Opened 13 years ago
Closed 12 years ago
#17030 closed Cleanup/optimization (wontfix)
Remove special handling of deferred models in queryset iterators
Reported by: | Anssi Kääriäinen | Owned by: | nobody |
---|---|---|---|
Component: | Database layer (models, ORM) | Version: | 1.3 |
Severity: | Normal | Keywords: | |
Cc: | anssi.kaariainen@… | Triage Stage: | Accepted |
Has patch: | yes | Needs documentation: | no |
Needs tests: | no | Patch needs improvement: | no |
Easy pickings: | no | UI/UX: | no |
Description
Suor gave me a great idea in ticket #17025: use attname cache for __init__
. This turned out to work really well for deferred models: we don't need to special case them any more in queryset iterator loops (we do of course need to get the right deferred model class still).
Because the model __init__
did need to get the data in the same order as the model._meta.fields for *args based initialization, we couldn't use the fast init for deferred models. But if the model's options know the selected columns in the queryset, we suddenly can use the *args based __init__
which is a lot faster. A new model._meta.get_init_attnames() method was added for this.
One might wonder if this is backwards compatible. Well, the __init__
behaviour surely changed for deferred models, but I don't think this matters: the deferred classes are only for internal use of querysets, and thus the user should never call __init__
of deferred models directly.
The speedup from djangobench for raw_deferred is 2.5x. The speedup for query_all and query_all_multifield is about 1.05. There isn't a djangobench test for .defer, but according to my test .only('id')[0] is about 2x faster, and .only('id)[0:100] is about 1.6x faster.
The attached patch passes all test. There is some cleanup needed in get_cached_row, but there is a separate patch for optimizing those parts of the queryset, so I didn't bother to clean it up.

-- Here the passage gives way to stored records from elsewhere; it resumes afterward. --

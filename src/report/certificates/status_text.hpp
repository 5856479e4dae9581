#pragma once
// The standing of a certificate (draft, approved, superseded) as text lines framing the certificate.
// The status is not part of the stored content: it is read from events and shown beside it.
#include <nlohmann/json.hpp>
#include <string>

namespace plumb::report {

/// Lines printed above the certificate: its state in capitals, and what it replaces or what replaced it.
std::string certificate_status_banner(const nlohmann::json& status);
/// One short line for a page header (PDF): "SUPERSEDED by BC-2026-0002", "APPROVED by Q. Manager on 2026-12-02",
/// "DRAFT, not approved".
std::string certificate_status_summary(const nlohmann::json& status);
/// Lines printed below the certificate: the review record (who approved it, when, and the meaning).
std::string certificate_review_lines(const nlohmann::json& status);

}  // namespace plumb::report
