#pragma once
// The one place where plumb writes records. Every insert is mirrored in the audit trail with who,
// when, what and why, chained by SHA-256 so that a record changed behind plumb's back is detectable.
#include <SQLiteCpp/Database.h>
#include <SQLiteCpp/Statement.h>

#include <map>
#include <memory>
#include <nlohmann/json.hpp>
#include <string>
#include <vector>

namespace plumb::store {

struct Actor {
  std::string name;     ///< the --by name, as given (plumb does not authenticate people)
  std::string os_user;  ///< the operating-system account running plumb
};

/// The OS account name of this process.
std::string current_os_user();
/// Current UTC time, ISO 8601 with seconds and a Z.
std::string utc_timestamp();

class Recorder {
public:
  Recorder(SQLite::Database& db, Actor actor);

  /// Inserts `row` (column -> string, integer or null) into `table` and appends the audit record.
  /// `key_columns` name the primary key; a single integer key absent from `row` is taken from the
  /// new rowid. Returns the rowid.
  std::int64_t insert(const std::string& table, nlohmann::json row, const std::vector<std::string>& key_columns,
                      const std::string& reason = "");

  [[nodiscard]] const Actor& actor() const { return actor_; }
  [[nodiscard]] const std::string& now() const { return now_; }

private:
  /// A prepared statement for `sql`, reset for reuse: a batch import inserts millions of rows with a
  /// handful of distinct statements, and preparing each one anew would cost more than the insert.
  SQLite::Statement& statement(const std::string& sql);

  SQLite::Database& db_;
  Actor actor_;
  std::string now_;  ///< one timestamp for the whole command
  std::map<std::string, std::unique_ptr<SQLite::Statement>> statements_;
};

/// SHA-256 of `text` as lowercase hex (OpenSSL libcrypto).
std::string sha256_hex(std::string_view text);

/// The current row of `row` as a JSON object, column -> integer, text, real or null (a blob becomes
/// "blob:" and its SHA-256). The trail's `after_json` is this object as canonical JSON.
nlohmann::json row_json(SQLite::Statement& row);

/// The hash of an audit record: SHA-256 over the previous hash and the canonical JSON of the record.
std::string audit_hash(const std::string& prev_hash, const nlohmann::json& record);

}  // namespace plumb::store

However there is something strange going on with select_related querysets and its handling of load_fields. It seems that sometimes the field is passed as field.attname and sometimes as field.name to deferred_model_factory, and I don't believe that to be correct. The patch just checks for both, but that is the wrong cure. I believe the load_fields should always be field.name, not field.attname. Another tickets problem IMHO.
Suor also suggested the idea of using __dict__
.update in model.__init__
. That would speed up model initialization somewhat, but I believe that is backwards incompatible as __setattr__
would not be called. Is this corret? We are talking about 10-15% speed increase in the case the model has a lot of columns.
Attachments (1)
Change History (5)
by , 13 years ago
Attachment: | deferred_init.diff added |
---|
comment:1 by , 13 years ago
Triage Stage: | Unreviewed → Design decision needed |
---|
comment:2 by , 13 years ago
Cc: | added |
---|
comment:3 by , 12 years ago
Triage Stage: | Design decision needed → Accepted |
---|
comment:4 by , 12 years ago
Resolution: | → wontfix |
---|---|
Status: | new → closed |
I am going to close this one wontfix. Getting faster __init__
for deferred models would be nice. Notably currently deferred models are considerably slower to __init__
than loading the same model in full (the __init__
speed, of course, if you transfer a lot of data things look different). Still, the idea in this specific ticket isn't implementable for backwards compatibility reasons.
The idea of this ticket isn't backwards compatible. Assume you have a model with fields a and b. Now, if you do qs.only('b'), the
__init__
will be called with args=[val_for_b]. If somebody has overriden the model's__init__
this will break the contract of the__init__
args. If args are given, the first one must be the value for first field, but after this patch it will be value for the second field. Hence this is backwards incompatible.So this would break:
Using the attached patch .only('b') will give b's value as first arg. Current code will init the model with kwargsb = b's value.
Wontfixing this is a bit sad, as the speedup of 1.5-2x for .defer/.only queries and over 2x for .raw queries can be important. These methods are often used for performance reasons.
There is one trick that could be used: detect if the model has overridden
__init__
method (Model.__init__ <> deferred_class.__init__
). If there is no overridden__init__
, then it is safe to use the fast-path. However that feels a little dirty, so maybe this one should be given a wontfix: backwards incompatible resolution.